School of Mechanics, Biomechanics, and Mechatronics at CVUT

Technical University in Prague

Moving large and heavy loads using overhead cranes is time consuming and risky. Cranes need experienced operators trained to safely handle heavy loads. Loads that swing out of control collide with buildings, equipment, and other moving loads, causing major damage and endangering workers. A new approach to crane control recently tested at the Technical University in Prague (CVUT) reduces the danger of swinging loads and significantly enhances safety.

Swinging is a major challenge when maneuvering loads by crane. Most of the swinging takes place during and after the move, though other variables such as wind may start loads swinging as cranes sit idle. Even hall cranes protected from the environment may swing their loads while at rest.

Proper control of the crane, coupled with the removal of disturbance variables, minimizes this motion. Swinging generated by the load’s motion as it is being moved needs other remedies beyond control and minimizing disturbances.

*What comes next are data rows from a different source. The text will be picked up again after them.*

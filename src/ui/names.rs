//! What holders and files are called.

use crate::sheet::{Document, Edit, Item};
use crate::words::page;
use crate::working::{Field, Holder, HolderId};
use std::sync::Arc;

/// The name of a holder: tag of a feeder, name of a source, or its row where it has none.
pub(super) fn holder(document: &Document, holder: Holder) -> String {
    let sheet = &document.sheet;
    match holder {
        Holder::Sheet => page::the_panel().to_owned(),
        Holder::Feeder(id) => {
            named(&sheet.feeders, id, Field::Tag).unwrap_or_else(page::untagged_feeder)
        }
        Holder::Source(id) => {
            named(&sheet.sources, id, Field::SourceName).unwrap_or_else(page::unnamed_source)
        }
    }
}

/// The name of a feeder or a source, whichever has this identity.
pub(super) fn item(document: &Document, id: HolderId) -> String {
    let has = |items: &[Arc<Item>]| items.iter().any(|item| item.id == id);
    if has(&document.sheet.feeders) {
        holder(document, Holder::Feeder(id))
    } else if has(&document.sheet.sources) {
        holder(document, Holder::Source(id))
    } else {
        page::a_row().to_owned()
    }
}

/// What an edit does.
pub(super) fn edit(edit: &Edit, document: &Document) -> String {
    page::edit_name(edit, |id| item(document, id))
}

/// The name of an item, or else its row, counted from one.
fn named(items: &[Arc<Item>], id: HolderId, field: Field) -> Result<String, usize> {
    let row = items.iter().position(|item| item.id == id).unwrap_or(0);
    match items.get(row).map(|item| item.record.text(field)) {
        Some(name) if !name.is_empty() => Ok(name.to_owned()),
        _ => Err(row + 1),
    }
}

/// The name under which the document is offered as a file, from the name of the sheet and its issue.
pub(super) fn file(document: &Document) -> String {
    let record = &document.sheet.record;
    let mut name = String::new();
    for word in [record.text(Field::SheetName), record.text(Field::Issue)]
        .join(" ")
        .split(|letter: char| !letter.is_alphanumeric())
        .filter(|word| !word.is_empty())
    {
        if !name.is_empty() {
            name.push('-');
        }
        name.push_str(&word.to_lowercase());
    }
    if name.is_empty() {
        name.push_str(page::default_file_name());
    }
    name.push_str(".json");
    name
}

/// The title of the document; a browser offers it for a printed file.
pub(super) fn title(document: &Document) -> String {
    let record = &document.sheet.record;
    match record.text(Field::SheetName) {
        "" => page::program().to_owned(),
        name => page::print_head(name, record.text(Field::Issue), ""),
    }
}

There are two basic methods for dealing with the problem of swinging loads: using closed-loop control with feedback, or moving loads in trajectories that minimize swinging. Feedback control takes care of disturbance variables, but it also adds costs for monitoring load position. Moving in trajectories that prevent loads from swinging of the load, however, does not require monitoring the load position.

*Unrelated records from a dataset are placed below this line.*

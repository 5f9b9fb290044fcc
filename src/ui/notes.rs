//! The margin notes of the page, each with a name which outlives an edit.

use crate::file;
use crate::sheet::NoteRef;
use crate::words::page;
use crate::working::{Grade, Holder, MarginNote, Place};
use std::collections::{BTreeMap, BTreeSet};

/// Names a margin note on the page. Notes of one kind at one place are counted.
#[derive(Debug, Clone, Copy, PartialEq, Eq, PartialOrd, Ord, Hash)]
pub(super) struct Key {
    pub(super) place: Place,
    kind: &'static str,
    count: usize,
}

/// All margin notes, gravest first.
#[derive(Debug, Clone, PartialEq, Default)]
pub(super) struct Notes {
    list: Vec<(Key, MarginNote)>,
    by_key: BTreeMap<Key, usize>,
    grades: BTreeMap<Holder, BTreeSet<Grade>>,
}

impl Key {
    /// The name under which the note is answered.
    pub(super) fn note_ref(self) -> NoteRef {
        NoteRef {
            place: self.place,
            kind: self.kind.to_owned(),
        }
    }

    /// The id of the note's element.
    pub(super) fn id(self) -> String {
        let holder = match self.place.holder {
            Holder::Sheet => "sheet".to_owned(),
            Holder::Feeder(id) => format!("feeder-{}", id.0),
            Holder::Source(id) => format!("source-{}", id.0),
        };
        let field = file::field_name(self.place.field).replace('.', "-");
        format!("note-{holder}-{field}-{}-{}", self.kind, self.count)
    }
}

impl Notes {
    /// The notes, gravest first and otherwise in their order.
    pub(super) fn new(mut notes: Vec<MarginNote>) -> Self {
        notes.sort_by_key(|note| note.grade);
        let mut counts: BTreeMap<(Place, &'static str), usize> = BTreeMap::new();
        let mut by_key = BTreeMap::new();
        let mut grades: BTreeMap<Holder, BTreeSet<Grade>> = BTreeMap::new();
        let list = notes
            .into_iter()
            .enumerate()
            .map(|(position, note)| {
                let kind = note.kind.id();
                let known = counts.entry((note.place, kind)).or_default();
                let key = Key {
                    place: note.place,
                    kind,
                    count: *known,
                };
                *known += 1;
                by_key.insert(key, position);
                grades
                    .entry(note.place.holder)
                    .or_default()
                    .insert(note.grade);
                (key, note)
            })
            .collect();
        Self {
            list,
            by_key,
            grades,
        }
    }

    /// The grades of what is noted at a feeder or source, gravest first: those of the sheet's own rules too.
    pub(super) fn grades_at(&self, holder: Holder) -> Vec<Grade> {
        let grades = self.grades.get(&holder).into_iter().flatten();
        grades.copied().collect()
    }

    /// Each with its name.
    pub(super) fn list(&self) -> &[(Key, MarginNote)] {
        &self.list
    }

    /// The names in their order.
    pub(super) fn keys(&self) -> Vec<Key> {
        self.list.iter().map(|(key, _)| *key).collect()
    }

    /// The note with this name.
    pub(super) fn get(&self, key: Key) -> Option<&MarginNote> {
        let position = self.by_key.get(&key)?;
        self.list.get(*position).map(|(_, note)| note)
    }

    /// How many there are of each grade, in words.
    pub(super) fn counts(&self) -> String {
        page::grade_counts(
            self.of(Grade::Stop),
            self.of(Grade::Query),
            self.of(Grade::Note),
        )
    }

    /// How many there are of a grade.
    pub(super) fn of(&self, grade: Grade) -> usize {
        self.list
            .iter()
            .filter(|(_, note)| note.grade == grade)
            .count()
    }
}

CVUT recently tested this second method. An antiswing crane using “input shaping” was tested on a lab model of a crane using a B&R controller from B&R Automation, Rosell, Ga. Before building the model, researchers had to first develop a mathematical model of the crane and a control algorithm for that model

One advantage of the portal crane is that the two directions of movement — sideways and forward/ backward — are independent of each other. To define the movement of a crane on one axis, researchers need to know the position of the load and crane trolley, plus the length of the cable suspending the load.

The trolley’s path and speed determines its position, and cable length can be calculated by measuring the rotation of the reeling drum. Load position is not measured directly when using input shaping. But load position does play an important role in the model where load position is replaced by a relative coordinate representing the difference between the load position and trolley.

Input shaping manipulates the input signal during transport to generate an antiswing crane movement. Once the trolley reaches its travel speed, both the trolley and load move at the same speed. When the movement is complete, the load should be stationary. A corresponding mathematical model determines the required trajectory and speed of the trolley to produce the needed antiswing crane motion.

Antiswing control was programmed into the model using several programming languages such as Structured Text (ST) and ANSI C. Data exchanges take place using global process variables on the controller. The ST program monitors the state of the crane as it switches between initialization, antiswing control, and error states. It also processes I/O signals, controls the crane via the control panel, and evaluates disturbance signals.

The algorithm for swing suppression was modeled in Matlab and Simulink and put into an Automation Studio project using B&R Tools’ Automation Studio Target for Simulink. The Simulink and B&R software let many existing Simulink function blocks, such as transfer functions, signal filters, control blocks, and lookup tables, be dropped into the simulation.

The control system met all of the requirements for antiswing control of crane movements. The tested algorithm for antiswing control using a B&R X20 control system has proven to be wellsuited for industrial use.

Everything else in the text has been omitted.